The requirements to run the experiments are listed in the requirements.txt file. Currently, you need to install Declare4Py separately - you can follow the package mantainers' instructions at this page. Or if you trust me:
git clone --recurse-submodules https://github.com/kr2023-6949/experiments.git && cd experiments
python3.10 -m venv venv
source venv/bin/activate
pip3 install declare4py/dist/declare4py-1.0.0.tar.gz
pip3 install -r requirements.txt
Details (code) about data generation are available in the cformule.dataset_generation.generate_cformulae Python package. By running this script:
python3.10 generate_data.py data/sepsis.xes data/
all necessary formulae to repeat the experiments is generated.

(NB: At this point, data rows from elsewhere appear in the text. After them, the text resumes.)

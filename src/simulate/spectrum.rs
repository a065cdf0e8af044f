//! 2D spectra from time-domain data: a discrete Fourier transform (rustfft) over the first and
//! the last delay (the coherence times t1 and t3 of a third-order experiment) with the kernel
//! `exp(+i w t)`, the first time point halved on each axis (the usual first-point correction),
//! zero padding, and the excitation axis oriented so that every output's peaks appear at
//! positive excitation frequency: direct for non-rephasing-type data, flipped for rephasing-type
//! data (their t1 coherence oscillates at negative frequency), folded (both halves added) for
//! outputs that hold both, as the absorptive pump-probe output does (Hamm & Zanni 2011, ch. 4).

use super::grid::DelayGrid;
use super::units::EnergyUnit;
use super::SimulationError;
use num_complex::Complex64;
use rustfft::{FftDirection, FftPlanner};
use serde::Serialize;

/// Largest number of points of one 2D spectrum (after zero padding): 2^22 complex values are
/// 64 MiB.
pub const MAX_SPECTRUM_POINTS: usize = 1 << 22;

/// How the excitation axis is read from the transform over t1.
#[derive(Clone, Copy, Debug, PartialEq, Eq, Serialize)]
#[serde(rename_all = "kebab-case")]
pub enum ExcitationAxis {
    /// `w1 = frame + nu1` (non-rephasing, double-quantum first delay).
    Direct,
    /// `w1 = frame - nu1` (rephasing).
    Flipped,
    /// Both halves added at `w1 = frame + |nu1|`-type positions (R + NR together).
    Folded,
}

/// A 2D spectrum on a regular frequency grid.
#[derive(Clone, Debug, PartialEq, Serialize)]
pub struct Spectrum2D {
    /// Excitation frequencies (from t1), increasing, in `unit`.
    pub excitation: Vec<f64>,
    /// Detection frequencies (from the last delay), increasing, in `unit`.
    pub detection: Vec<f64>,
    /// Values, row-major: `values[i * detection.len() + j]` at (excitation i, detection j).
    #[serde(skip)]
    pub values: Vec<Complex64>,
    /// How the excitation axis was read.
    pub mode: ExcitationAxis,
    /// Energy unit of both axes.
    pub unit: EnergyUnit,
}

impl Spectrum2D {
    /// The value at grid indices (excitation i, detection j).
    pub fn at(&self, i: usize, j: usize) -> Complex64 {
        self.values[i * self.detection.len() + j]
    }
}

/// How to transform.
#[derive(Clone, Debug, PartialEq)]
pub struct SpectrumRequest {
    /// Energy unit of the axes.
    pub unit: EnergyUnit,
    /// Rotating frame, in `unit` (0 = lab frame).
    pub frame: f64,
    /// Zero-pad each axis to at least this many points (rounded up to a power of two).
    pub min_points: usize,
    /// Offsets (rad/fs) added to (excitation, detection) frequencies: the Nyquist zone of an
    /// undersampled axis, 0 otherwise.
    pub zone: [f64; 2],
    /// Excitation-axis orientation.
    pub mode: ExcitationAxis,
}

/// The 2D spectrum of `values` (C order on `grid`) over the first and last axes, at the
/// indices `fixed` of the axes in between (one per middle axis).
pub fn spectrum_2d(
    values: &[Complex64],
    grid: &DelayGrid,
    fixed: &[usize],
    req: &SpectrumRequest,
) -> Result<Spectrum2D, SimulationError> {
    let shape = grid.shape();
    let nd = shape.len();
    if nd < 3 || fixed.len() != nd - 2 || fixed.iter().zip(&shape[1..]).any(|(&i, &n)| i >= n) {
        return Err(SimulationError::BadRequest(format!(
            "a 2D spectrum needs at least three delays and one index per middle delay; the grid has shape {shape:?}"
        )));
    }
    let (ax1, ax3) = (&grid.axes[0], &grid.axes[nd - 1]);
    let (Some(dt1), Some(dt3)) = (ax1.step(), ax3.step()) else {
        return Err(SimulationError::BadRequest(format!(
            "{} and {} need evenly spaced delays (START:STEP:STOP) of at least two points for a spectrum",
            ax1.name, ax3.name
        )));
    };
    let (n1, n3) = (shape[0], shape[nd - 1]);
    let l1 = n1.max(req.min_points).next_power_of_two();
    let l3 = n3.max(req.min_points).next_power_of_two();
    if l1.saturating_mul(l3) > MAX_SPECTRUM_POINTS {
        return Err(SimulationError::BadRequest(format!(
            "a {l1} x {l3} spectrum is above the limit of {MAX_SPECTRUM_POINTS} points; pad less (--pad) or take fewer delays"
        )));
    }
    // Stride of the first and last axes and the offset of the fixed middle indices.
    let stride1: usize = shape[1..].iter().product();
    let mut base = 0;
    let mut stride = 1;
    for k in (1..nd - 1).rev() {
        stride *= shape[k + 1];
        base += fixed[k - 1] * stride;
    }
    let mut buf = vec![Complex64::new(0.0, 0.0); l1 * l3];
    for i in 0..n1 {
        for j in 0..n3 {
            let w = if i == 0 { 0.5 } else { 1.0 } * if j == 0 { 0.5 } else { 1.0 };
            buf[i * l3 + j] = values[i * stride1 + base + j] * w * dt1 * dt3;
        }
    }
    let mut planner = FftPlanner::new();
    let f3 = planner.plan_fft(l3, FftDirection::Inverse);
    f3.process(&mut buf);
    let f1 = planner.plan_fft(l1, FftDirection::Inverse);
    let mut col = vec![Complex64::new(0.0, 0.0); l1];
    for j in 0..l3 {
        for i in 0..l1 {
            col[i] = buf[i * l3 + j];
        }
        f1.process(&mut col);
        for i in 0..l1 {
            buf[i * l3 + j] = col[i];
        }
    }
    Ok(arrange(&buf, l1, l3, dt1, dt3, req))
}

/// Signed frequency (rad/fs) of FFT bin `k` of `l` points at step `dt`.
fn bin_frequency(k: usize, l: usize, dt: f64) -> f64 {
    let signed = if k >= l / 2 {
        k as f64 - l as f64
    } else {
        k as f64
    };
    std::f64::consts::TAU * signed / (l as f64 * dt)
}

/// Bins in increasing order of signed frequency.
fn shifted(l: usize) -> impl Iterator<Item = usize> {
    (l / 2..l).chain(0..l / 2)
}

fn arrange(
    buf: &[Complex64],
    l1: usize,
    l3: usize,
    dt1: f64,
    dt3: f64,
    req: &SpectrumRequest,
) -> Spectrum2D {
    let unit = req.unit;
    let to_unit = |w: f64| unit.from_angular(w);
    let frame = unit.to_angular(req.frame);
    let detection: Vec<f64> = shifted(l3)
        .map(|k| to_unit(frame + req.zone[1] + bin_frequency(k, l3, dt3)))
        .collect();
    // Excitation rows: for each output row, the source bin(s) on the t1 transform.
    let mut rows: Vec<(f64, Vec<usize>)> = shifted(l1)
        .map(|k| {
            let nu = bin_frequency(k, l1, dt1);
            let mirror = (l1 - k) % l1;
            match req.mode {
                ExcitationAxis::Direct => (frame + req.zone[0] + nu, vec![k]),
                ExcitationAxis::Flipped => (frame + req.zone[0] - nu, vec![k]),
                ExcitationAxis::Folded if mirror == k => (frame + req.zone[0] + nu, vec![k]),
                ExcitationAxis::Folded => (frame + req.zone[0] + nu, vec![k, mirror]),
            }
        })
        .collect();
    rows.sort_by(|a, b| a.0.total_cmp(&b.0));
    let mut values = Vec::with_capacity(l1 * l3);
    for (_, sources) in &rows {
        for j in shifted(l3) {
            values.push(sources.iter().map(|&k| buf[k * l3 + j]).sum());
        }
    }
    Spectrum2D {
        excitation: rows.iter().map(|r| to_unit(r.0)).collect(),
        detection,
        values,
        mode: req.mode,
        unit,
    }
}
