//! The delay grid of a simulation: one axis per delay `t1, t2, ...` (the element each pathway
//! holds between pulses, the last one the detection time for emission and pump-probe), each
//! a list of times in fs written as a range `START:STEP:STOP` or a list.

use serde::Serialize;

/// Largest number of grid points (all delays together) of one simulation.
pub const MAX_GRID_POINTS: usize = 1 << 22;
/// Largest number of points on one delay axis.
pub const MAX_AXIS_POINTS: usize = 1 << 16;

/// One delay axis.
#[derive(Clone, Debug, PartialEq, Serialize)]
pub struct DelayAxis {
    /// `t1`, `t2`, ...
    pub name: String,
    /// Delay values in fs, increasing.
    pub times_fs: Vec<f64>,
}

impl DelayAxis {
    /// The sampling step in fs (`None` for a single point or an uneven list).
    pub fn step(&self) -> Option<f64> {
        let t = &self.times_fs;
        if t.len() < 2 {
            return None;
        }
        let dt = t[1] - t[0];
        let even = t
            .windows(2)
            .all(|w| ((w[1] - w[0]) - dt).abs() <= 1e-9 * dt.abs().max(1.0));
        even.then_some(dt)
    }
}

/// All delay axes; data on the grid are stored in C order (the last axis fastest).
#[derive(Clone, Debug, PartialEq, Serialize)]
pub struct DelayGrid {
    /// The axes in time order.
    pub axes: Vec<DelayAxis>,
}

impl DelayGrid {
    /// Points per axis.
    pub fn shape(&self) -> Vec<usize> {
        self.axes.iter().map(|a| a.times_fs.len()).collect()
    }

    /// Number of grid points.
    pub fn len(&self) -> usize {
        self.axes.iter().map(|a| a.times_fs.len()).product()
    }

    /// True when some axis is empty.
    pub fn is_empty(&self) -> bool {
        self.len() == 0
    }

    /// The delays (fs) of the grid point with flat C-order index `i`.
    pub fn point(&self, mut i: usize, out: &mut [f64]) {
        for (k, axis) in self.axes.iter().enumerate().rev() {
            let n = axis.times_fs.len();
            out[k] = axis.times_fs[i % n];
            i /= n;
        }
    }
}

/// Parse delays in `unit_fs` femtoseconds per unit: `START:STEP:STOP` (inclusive, STEP > 0),
/// a comma list, or one value. Returns the times in fs or a message saying the fix.
pub fn parse_delays(text: &str, unit_fs: f64) -> Result<Vec<f64>, String> {
    let num = |s: &str| -> Result<f64, String> {
        s.trim()
            .parse::<f64>()
            .ok()
            .filter(|x| x.is_finite() && *x >= 0.0)
            .ok_or_else(|| {
                format!("`{s}` is not a delay >= 0: write plain numbers (fs) inside START:STEP:STOP and one unit suffix at the end of the whole value (`fs` or `ps`, e.g. t1=0:4:1500 or t2=0:0.1:2ps)")
            })
    };
    let times: Vec<f64> = if text.contains(':') {
        let parts: Vec<&str> = text.split(':').collect();
        let [a, s, b] = parts.as_slice() else {
            return Err(format!("`{text}` is not START:STEP:STOP (e.g. 0:10:500)"));
        };
        let (a, s, b) = (num(a)?, num(s)?, num(b)?);
        if s <= 0.0 || b < a {
            return Err(format!(
                "`{text}`: STEP must be > 0 and STOP >= START (e.g. 0:10:500)"
            ));
        }
        let n = ((b - a) / s + 1e-9).floor() + 1.0;
        if n > MAX_AXIS_POINTS as f64 {
            return Err(format!(
                "`{text}` has {n} points, above the limit of {MAX_AXIS_POINTS}; take a larger STEP"
            ));
        }
        (0..n as usize).map(|k| a + s * k as f64).collect()
    } else {
        let v = text.split(',').map(num).collect::<Result<Vec<_>, _>>()?;
        if v.windows(2).any(|w| w[1] <= w[0]) {
            return Err(format!("`{text}`: list the delays in increasing order"));
        }
        v
    };
    if times.len() > MAX_AXIS_POINTS {
        return Err(format!(
            "{} delays are above the limit of {MAX_AXIS_POINTS}",
            times.len()
        ));
    }
    Ok(times.into_iter().map(|t| t * unit_fs).collect())
}

#[cfg(test)]
mod tests {
    use super::*;

    #[test]
    fn ranges_lists_and_errors() {
        assert_eq!(
            parse_delays("0:10:30", 1.0).unwrap(),
            vec![0.0, 10.0, 20.0, 30.0]
        );
        assert_eq!(parse_delays("0.5", 1000.0).unwrap(), vec![500.0]);
        assert_eq!(parse_delays("0,5,20", 1.0).unwrap(), vec![0.0, 5.0, 20.0]);
        assert!(parse_delays("0:0:10", 1.0).is_err());
        assert!(parse_delays("5,1", 1.0).is_err());
        assert!(parse_delays("0:1e-9:1", 1.0).unwrap_err().contains("limit"));
        let grid = DelayGrid {
            axes: vec![
                DelayAxis {
                    name: "t1".into(),
                    times_fs: vec![0.0, 1.0],
                },
                DelayAxis {
                    name: "t2".into(),
                    times_fs: vec![5.0, 6.0, 7.0],
                },
            ],
        };
        let mut p = [0.0; 2];
        grid.point(4, &mut p);
        assert_eq!(p, [1.0, 6.0]);
        assert_eq!(grid.axes[1].step(), Some(1.0));
    }
}
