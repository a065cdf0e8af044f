//! Per-step data of a phase cycle from simulated terms: at step m every term of signature b
//! contributes `A_b(t) exp(+2 pi i b.phi_m)` (the sign convention of `crate::combine`), with the
//! phases actually applied (nominal phases plus fixed offsets, random errors, quantisation to a
//! B-bit grid and a linear drift across the steps), delay-independent backgrounds of given
//! sizes, and additive Gaussian noise. Real detection adds each term's conjugate.

use super::response::Response;
use super::rng::SplitMix;
use crate::signature::Signature;
use num_complex::Complex64;
use serde::Serialize;
use std::f64::consts::TAU;

/// Errors of the applied phases, all in turns.
#[derive(Clone, Debug, Default, PartialEq, Serialize)]
pub struct PhaseErrors {
    /// A fixed offset per experiment field (empty = none).
    pub offsets: Vec<f64>,
    /// Standard deviation of independent Gaussian errors per step and cycled field.
    pub rms: f64,
    /// Quantise every applied phase to `2^bits` steps per turn.
    pub bits: Option<u32>,
    /// Linear drift: the error grows from 0 at the first step to this at the last step.
    pub drift: f64,
}

/// A delay-independent background term.
#[derive(Clone, Debug, PartialEq, Serialize)]
pub struct Background {
    /// Its signature over all fields.
    pub signature: Signature,
    /// Its complex amplitude.
    pub amplitude: Complex64,
}

/// Per-step data: shape `[steps, delays...]`, C order.
#[derive(Clone, Debug, PartialEq)]
pub struct StepSeries {
    /// `[N, n_t1, n_t2, ...]`.
    pub shape: Vec<usize>,
    /// True for real detection (the imaginary parts are zero).
    pub real: bool,
    /// Values, C order.
    pub values: Vec<Complex64>,
}

/// The phases actually applied (turns), step by step over all experiment fields. Only the
/// fields with `cycled[j]` err randomly, drift or are quantised; offsets apply to every field.
pub fn applied_phases(
    nominal: &[Vec<f64>],
    cycled: &[bool],
    errors: &PhaseErrors,
    rng: &mut SplitMix,
) -> Vec<Vec<f64>> {
    let n = nominal.len();
    nominal
        .iter()
        .enumerate()
        .map(|(m, row)| {
            row.iter()
                .enumerate()
                .map(|(j, &phi)| {
                    let mut p = phi + errors.offsets.get(j).copied().unwrap_or(0.0);
                    if cycled[j] {
                        if errors.rms > 0.0 {
                            p += errors.rms * rng.normal();
                        }
                        if n > 1 {
                            p += errors.drift * m as f64 / (n - 1) as f64;
                        }
                        if let Some(b) = errors.bits {
                            let q = 2f64.powi(b.min(52) as i32);
                            p = (p * q).round() / q;
                        }
                    }
                    p
                })
                .collect()
        })
        .collect()
}

fn phase_factor(b: &Signature, phi: &[f64]) -> Complex64 {
    let x: f64 = b.0.iter().zip(phi).map(|(&bj, &p)| bj as f64 * p).sum();
    Complex64::from_polar(1.0, TAU * x)
}

/// The data of every step at the applied `phases` (steps x fields, turns): signal terms,
/// backgrounds and noise of standard deviation `noise` per value (per quadrature for complex
/// data). `real` detection adds each signal term's conjugate when the response lists only
/// one half, and each background's conjugate.
pub fn measure_steps(
    resp: &Response,
    phases: &[Vec<f64>],
    backgrounds: &[Background],
    noise: f64,
    real: bool,
    rng: &mut SplitMix,
) -> StepSeries {
    let points = resp.grid.len();
    let mut shape = vec![phases.len()];
    shape.extend(resp.grid.shape());
    let mut values = vec![Complex64::new(0.0, 0.0); phases.len() * points];
    for (m, phi) in phases.iter().enumerate() {
        let row = &mut values[m * points..(m + 1) * points];
        for term in &resp.terms {
            let f = phase_factor(&term.signature, phi);
            let fc = f.conj();
            for (v, s) in row.iter_mut().zip(&term.values) {
                *v += s * f;
                if resp.add_conjugates {
                    *v += s.conj() * fc;
                }
            }
        }
        let mut constant = Complex64::new(0.0, 0.0);
        for bg in backgrounds {
            let f = phase_factor(&bg.signature, phi);
            constant += bg.amplitude * f;
            if real {
                constant += (bg.amplitude * f).conj();
            }
        }
        for v in row.iter_mut() {
            *v += constant;
            if real {
                // Rounding leaves ~1e-16 imaginary parts; the detected value is real.
                v.im = 0.0;
            }
            if noise > 0.0 {
                v.re += noise * rng.normal();
                if !real {
                    v.im += noise * rng.normal();
                }
            }
        }
    }
    StepSeries {
        shape,
        real,
        values,
    }
}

cf_*.lp files are needed to run the conformance checking, trace clustering and discriminative discovery experiments, while the qc_*.lp files are needed for the query checking experiment.
The ones used in the paper's experimental section are already in the folder.
The ASP encodings are stored in the cformulae/application/encodings folder. Facts are injected at runtime when input log gets parsed, and are executed through the clingo Python API. For further details check conformance_checking, query_checking, trace_clustering, discriminative_discovery functions in the cformulae.application subpackage.
The procedures to evaluate constraints' via clingo's @-terms are defined in the LogContext class in the cformulae.backend.template_backend Python module. The experiments were performed using only Declare-based templates (for ease of generation), these are automatically loaded.
The collection of available Declare constraints (and their POSIX's re definition) can be found in the cformulae/backend/declare/minerful_templates.txt file.
In order to run the experiments in the paper, you can use the following example scripts. The defaults for optional arguments are the configurations used in the paper.
python3.10 cf.py data/sepsis.xes formulae.lp -o formulae.lp.output
This runs the conformance checking task on the sepsis.xes log, using the formulae defined in formulae.lp file. Call with -h flag to check optional arguments.
python3.10 qc.py data/sepsis.xes formulae.lp -o formulae.lp.output
This runs the query checking task on the sepsis.xes log, using the non-ground formulae and variable domains defined in formulae.lp file. Call with -h flag to check optional arguments.
python3.10 tc.py data/sepsis.xes formulae.lp.output [num_partitions]
This runs the trace clustering task on the sepsis.xes log, where formulae.lp.output is the output of cf.py on the formulae.lp set of formulae (on the same sepsis.xes log). Call with -h flag to check optional arguments.
Warnings about rejects/2 (accepts/2) not appearing in the head of any rule are due to the fact that the formulae in formulae.lp do not reject (accept) any control-flow variable in the log sepsis.xes.
python3.10 tc.py data/sepsis.xes formulae.lp.output [num_partitions]
This runs the discriminative discovery task on the sepsis.xes log, where formulae.lp.output is the output of cf.py on the formulae.lp set of formulae (on the same sepsis.xes log). Call with -h flag to check optional arguments.
This is only a proof-of-concept and randomly generates labels for the traces in the log.
Warnings about rejects/2 (accepts/2) not appearing in the head of any rule are due to the fact that the formulae in formulae.lp do not reject (accept) any control-flow variable in the log sepsis.xes.
The following scripts can be used to run the tasks in parallel using GNU Parallel:
parallel -j T --progress --results joblogs/cf_X.csv python3.10 cf.py data/sepsis.xes {1} ">" {1}.output ::: $(ls data/formulae_X/cf_*.lp)
parallel -j T --progress --results joblogs/dd_X.csv python3.10 dd.py data/sepsis.xes {1} {2} ::: $(ls data/formulae_X/cf_*.lp.output) ::: 2 4 6
parallel -j T --progress --results joblogs/tc_X.csv python3.10 tc.py data/sepsis.xes {1} {2} ::: $(ls data/formulae_X/cf_*.lp.output) ::: 2 4 6
parallel -j T --progress --results joblogs/qc_X.csv python3.10 qc.py data/sepsis.xes {1} ::: $(ls data/formulae_X/qc_*.lp)
where T is the number of jobs to be computed in parallel and X = 1 ... 6 select a subset of the formulae in the data/ folder. The figures.py script generates the plots - this requires some extra libraries like matplotlib, pandas and seaborn. The folder joblogs contains the output of the executions used in the paper.